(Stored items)
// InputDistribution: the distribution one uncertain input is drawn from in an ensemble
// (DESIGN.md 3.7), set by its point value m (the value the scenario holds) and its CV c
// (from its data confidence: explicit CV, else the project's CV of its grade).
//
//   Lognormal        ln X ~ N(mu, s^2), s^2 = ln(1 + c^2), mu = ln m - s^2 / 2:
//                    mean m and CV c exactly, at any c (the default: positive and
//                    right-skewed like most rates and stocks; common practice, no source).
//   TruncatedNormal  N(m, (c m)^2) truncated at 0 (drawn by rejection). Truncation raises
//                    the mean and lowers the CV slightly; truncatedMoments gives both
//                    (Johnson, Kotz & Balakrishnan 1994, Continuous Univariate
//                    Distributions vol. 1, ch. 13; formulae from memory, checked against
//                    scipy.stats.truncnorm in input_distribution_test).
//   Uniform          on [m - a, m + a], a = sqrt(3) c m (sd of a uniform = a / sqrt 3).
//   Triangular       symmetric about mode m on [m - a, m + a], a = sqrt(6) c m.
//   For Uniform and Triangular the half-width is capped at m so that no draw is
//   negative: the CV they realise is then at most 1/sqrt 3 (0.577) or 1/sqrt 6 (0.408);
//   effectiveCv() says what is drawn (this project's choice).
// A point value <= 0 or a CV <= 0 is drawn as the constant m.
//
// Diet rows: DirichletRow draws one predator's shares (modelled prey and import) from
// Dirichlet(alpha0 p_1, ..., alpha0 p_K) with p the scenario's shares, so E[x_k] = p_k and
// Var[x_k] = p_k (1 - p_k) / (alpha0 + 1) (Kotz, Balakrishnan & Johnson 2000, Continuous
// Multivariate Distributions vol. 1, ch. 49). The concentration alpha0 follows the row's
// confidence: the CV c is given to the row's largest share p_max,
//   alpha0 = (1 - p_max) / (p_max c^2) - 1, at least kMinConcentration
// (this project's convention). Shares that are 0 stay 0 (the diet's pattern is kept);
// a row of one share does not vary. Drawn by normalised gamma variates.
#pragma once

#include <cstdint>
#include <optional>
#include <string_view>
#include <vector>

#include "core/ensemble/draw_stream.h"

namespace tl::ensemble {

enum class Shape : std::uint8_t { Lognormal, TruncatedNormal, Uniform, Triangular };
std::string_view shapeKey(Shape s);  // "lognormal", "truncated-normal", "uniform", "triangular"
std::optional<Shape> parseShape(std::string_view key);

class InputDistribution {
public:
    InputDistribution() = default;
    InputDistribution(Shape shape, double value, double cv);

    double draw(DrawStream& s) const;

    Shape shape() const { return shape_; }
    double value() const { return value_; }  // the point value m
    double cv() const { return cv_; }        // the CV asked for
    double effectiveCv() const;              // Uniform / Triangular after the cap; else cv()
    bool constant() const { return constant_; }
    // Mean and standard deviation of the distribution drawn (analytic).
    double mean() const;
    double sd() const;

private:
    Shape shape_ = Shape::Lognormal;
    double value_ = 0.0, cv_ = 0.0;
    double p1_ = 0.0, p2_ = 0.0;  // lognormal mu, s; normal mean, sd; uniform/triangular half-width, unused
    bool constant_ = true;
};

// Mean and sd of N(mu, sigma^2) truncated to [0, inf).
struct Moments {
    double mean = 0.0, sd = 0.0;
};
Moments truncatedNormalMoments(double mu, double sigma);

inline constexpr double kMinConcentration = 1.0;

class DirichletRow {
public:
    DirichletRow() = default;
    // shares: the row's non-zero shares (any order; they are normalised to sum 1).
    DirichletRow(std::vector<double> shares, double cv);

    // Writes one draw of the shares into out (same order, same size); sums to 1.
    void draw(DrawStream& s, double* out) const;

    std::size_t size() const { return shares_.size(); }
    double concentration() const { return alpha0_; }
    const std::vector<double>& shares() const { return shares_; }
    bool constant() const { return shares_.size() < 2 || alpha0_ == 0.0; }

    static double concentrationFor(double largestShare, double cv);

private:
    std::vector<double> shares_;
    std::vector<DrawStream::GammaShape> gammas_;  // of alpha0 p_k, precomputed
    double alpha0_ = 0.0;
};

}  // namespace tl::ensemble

WHAT YOU WILL DO:
Could you reproduce exactly the lines of the entries above, from the one with "#include <optional>" through the one with "double value() const", and nothing else?

EXERCISE RESPONSE:
#include <optional>
#include <string_view>
#include <vector>

#include "core/ensemble/draw_stream.h"

namespace tl::ensemble {

enum class Shape : std::uint8_t { Lognormal, TruncatedNormal, Uniform, Triangular };
std::string_view shapeKey(Shape s);  // "lognormal", "truncated-normal", "uniform", "triangular"
std::optional<Shape> parseShape(std::string_view key);

class InputDistribution {
public:
    InputDistribution() = default;
    InputDistribution(Shape shape, double value, double cv);

    double draw(DrawStream& s) const;

    Shape shape() const { return shape_; }
    double value() const { return value_; }  // the point value m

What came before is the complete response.